You could also insert data into the table in a more memory-efficient way by defining a generator which yields a dataframe

@dft.py_job(output_table=User)
def process_user_events(events_data):
    """Processes and yields chunks"""
    for chunk in pd.read_csv(events_data, chunksize=1000):
        # Process small chunk
        chunk['email'] = chunk['email'].str.lower()
        chunk = chunk[chunk['email'].str.contains('@')]
        
        yield chunk 

somewhere in the code you would need to export the data to the CLI

# not ran until the job is called
USER_DATA = load_massive_dataset()...

export(USER_DATA)

Then you would run

dft run process_user_events USER_DATA

Key parameters:

output_table

The output schema the job will conform to.

streaming

Default False. Whether or not the function will work on the entire data or return it as a generator.

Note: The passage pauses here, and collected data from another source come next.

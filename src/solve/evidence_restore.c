/* SPDX-License-Identifier: MIT
 *
 * The start of a fit that goes on from what such a fit came to. That has left its posterior means alone, and these are
 * shrunk: taken for certain they would make a weak component's prior variance its mean square, which shrinks it once
 * more, and it fades. So prior and posterior variances are restored from the mean square of the means.
 *
 *     symbol    what it is, of one component
 *     y         prior variance of the columns over the noise, where that of the rows is 1
 *     a, b      cells of a row, of a column, on average
 *     s         mean square of the component over the table, over the noise
 *
 * Posteriors of lines that know of the others' second moments only have the variances
 *
 *     rows      1 / (1 + a y), means a y / (1 + a y)         columns   y / (1 + b y), means y * b y / (1 + b y)
 *
 * and the product of the means is s:  y^3 = s (y + 1/a) (y + 1/b), whose right side grows with less than the square of
 * y, so that cube roots of it lead to y, and each turn leaves at most two thirds of the error, in logarithms. A start
 * has the columns known and the rows of mean square 1: the columns' means grow by the root of 1 + 1/(a y).
 *
 * Cost: (r + 2)^2 / 2 a column.
 */
#include "solve/evidence_internal.h"

#include <math.h>

/* (2/3)^40 is 1e-7. */
enum { TURNS = 40 };

static double prior_find(double s, double a, double b)
{
    double y = s;
    for (int turn = 0; turn < TURNS; turn++)
        y = cbrt(s * (y + 1 / a) * (y + 1 / b));
    return y;
}

/* The moments of a column, whose means grow by `gain` and are uncertain by `spread`. */
static void moments_widen(double *moment, size_t rank, const double *gain, const double *spread)
{
    double *one = moment + packed_size(rank), *effect = moment + packed_size(rank + 1);
    for (size_t k = 0; k < rank; k++) {
        double *row = moment + packed_size(k);
        for (size_t l = 0; l <= k; l++)
            row[l] *= gain[k] * gain[l];
        row[k] += spread[k];
        one[k] *= gain[k];
        effect[k] *= gain[k];
    }
}

struct restoring {
    struct evidence_side *columns;
    size_t rank;
    const double *gain, *spread;
};

static void block_widen(void *job, size_t block, size_t worker)
{
    const struct restoring *restoring = job;
    const struct evidence_side *columns = restoring->columns;
    (void)worker;
    for (size_t j = columns->half->block[block]; j < columns->half->block[block + 1]; j++)
        moments_widen(columns->moments.data + j * columns->moments.stride, restoring->rank, restoring->gain,
                      restoring->spread);
}

void evidence_restore(struct evidence *evidence)
{
    const struct cells *cells = &evidence->problem->target;
    struct evidence_side *columns = &evidence->columns;
    size_t rank = evidence->rank;
    double a = (double)cells->count / cells->rows, b = (double)cells->count / cells->columns;
    double *gain = evidence->scratch, *spread = gain + rank;
    for (size_t k = 0; k < rank; k++) {
        double y = prior_find(columns->variance[k] / evidence->noise, a, b);
        gain[k] = y > 0 ? sqrt(1 + 1 / (a * y)) : 1;
        spread[k] = evidence->noise * y / (1 + b * y);
        columns->variance[k] = evidence->noise * y;
    }
    struct restoring restoring = {columns, rank, gain, spread};
    team_run(evidence->context, columns->half->blocks, block_widen, &restoring);
}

Benefits of using Python / parallalized jobs

  1. Schema Validation: When you run dft plan, Datafruit checks if all referenced tables and columns exist in the current schema.
  2. Runtime Validation: If your job reads from or writes to database tables, Datafruit validates the schema at runtime before processing begins.
  3. Error Handling: If your job tries to access a missing column or table, it will fail with a clear error message indicating what’s missing.
  4. Updating Jobs: To update your job after schema changes:
    • Modify your function to work with the new schema
    • Update any SQL queries if using table_name or query parameters
    • If using a SQLModel for output, ensure it matches the new schema
    • Test with dft plan before applying changes
❌ Job execution failed: process_users

🔍 Schema Validation Error:
The job 'process_users' references columns that no longer exist in the schema:

Missing columns:
├─ user.email (referenced in job code)
└─ user.full_name (referenced in job code)

📋 Job code analysis:
   Line 3: df['email_domain'] = df['email'].str.split('@').str[1]
           ^^^^^^^^^^^^^^^^^^^^^^^^^^^^^^^^^^^^^^^^^^^^^^^^^^^^^^^^
           ❌ Column 'email' not found in User table schema

   Line 4: df['display_name'] = df['full_name'].fillna(df['username'])
           ^^^^^^^^^^^^^^^^^^^^^^^^^^^^^^^^^^^^^^^^^^^^^^^^^^^^^^^^^^^
           ❌ Column 'full_name' not found in User table schema

⚠️  Job not executed - fix schema conflicts first

Always test your schema changes in a development environment before applying them to production.

Parallelized jobs

You write a simple Python function that processes a single row or record, and @parallelized_job handles the parallel execution across your entire dataset using Ray.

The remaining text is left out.